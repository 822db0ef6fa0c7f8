import type { Mode } from '../document/sites'
import type { Odds } from './odds-schema'
import { modesOfClass, partClasses, type PartClass } from './part-class'
import { classWeight } from './priors'

/** What was found at fault, repaired and proved, so many times. `site`: the place itself, of the circuit that the odds are for. */
export interface Finding {
  class: PartClass
  mode: Mode
  count: number
  site?: string
}

/**
 * Pseudo-counts: how many findings the table that one starts from is worth. A class counts for 8, the way its parts fail
 * for 10; one place for 2 and the way it fails for 6, because places do differ, but one finding in one vehicle is little. Chosen, not measured.
 */
const classFindings = 8
const classModeFindings = 10
const siteFindings = 2
const siteModeFindings = 6

/** Places of each class in a circuit, about: the mean of the samples, rounded, and something for what they lack. */
export const typicalPlaces: Readonly<Record<PartClass, number>> = {
  wire: 16,
  contact: 13,
  splice: 3,
  ground: 2.5,
  fuse: 2,
  load: 1,
  resistor: 0.5,
  diode: 0.25,
  'switch-contact': 0.75,
  'relay-coil': 0.6,
  'relay-contact': 0.6,
  pin: 5,
  module: 1,
  battery: 0.25,
  feed: 1.5,
}

/**
 * The odds after these findings, shrunk toward the table they start from. With W the weight of a class (the sum over
 * its modes), n its findings and E those that the table foretells of so many (W times the places of its kind, over the
 * same of all classes), its rate is Gamma–Poisson, W·(a + n) / (a + E), and its modes Dirichlet,
 * (b·p + n_mode) / (b + n) with p the table's part. Single places likewise, over their class.
 *
 * Only sums of counts enter, so the order of findings makes no difference; a and b keep every weight above zero. Give
 * all findings at once: the result is no table to start from again with the same ones.
 */
export function updateOdds(odds: Odds, findings: readonly Finding[]): Odds {
  const known = findings.filter(
    (finding) => finding.count > 0 && (modesOfClass[finding.class] as readonly Mode[]).includes(finding.mode),
  )
  if (known.length === 0) return odds
  const all = sumOf(known)
  let foretold = 0
  for (const name of partClasses) foretold += typicalPlaces[name] * total(weightsOf(name, odds))
  const classes: Odds['classes'] = {}
  for (const name of partClasses) {
    const weights = weightsOf(name, odds)
    const own = known.filter((finding) => finding.class === name)
    const expected = (all * typicalPlaces[name] * total(weights)) / foretold
    classes[name] = shrunk(weights, own, expected, classFindings, classModeFindings)
  }
  const updated: Odds = { classes, sites: { ...odds.sites } }
  const placed = known.filter((finding) => finding.site !== undefined)
  const here = sumOf(placed)
  for (const site of new Set(placed.map((finding) => finding.site!))) {
    const own = placed.filter((finding) => finding.site === site)
    const weights = { ...weightsOf(own[0]!.class, updated), ...odds.sites[site] }
    const expected = (here * total(weights)) / foretold
    updated.sites[site] = shrunk(weights, own, expected, siteFindings, siteModeFindings)
  }
  return updated
}

type Weights = Partial<Record<Mode, number>>

function shrunk(
  weights: Weights,
  findings: readonly Finding[],
  expected: number,
  pseudoCount: number,
  modePseudoCount: number,
): Weights {
  const whole = total(weights)
  const count = sumOf(findings)
  const rate = (whole * (pseudoCount + count)) / (pseudoCount + expected)
  return Object.fromEntries(
    Object.entries(weights).map(([mode, weight]) => {
      const own = sumOf(findings.filter((finding) => finding.mode === mode))
      const part = ((modePseudoCount * weight) / whole + own) / (modePseudoCount + count)
      // Within the bounds of the table, whatever was found.
      return [mode, Math.min(1e6, Math.max(1e-6, rate * part))]
    }),
  )
}

function weightsOf(name: PartClass, odds: Odds): Weights {
  return Object.fromEntries(modesOfClass[name].map((mode) => [mode, classWeight(name, mode, odds)]))
}

function total(weights: Weights): number {
  return Object.values(weights).reduce((sum, weight) => sum + weight, 0)
}

function sumOf(findings: readonly Finding[]): number {
  return findings.reduce((sum, finding) => sum + finding.count, 0)
}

> _Task item_
Across all of the records above, how many lines include the string "classFindings"? Answer with one number only.

> _Task response_
2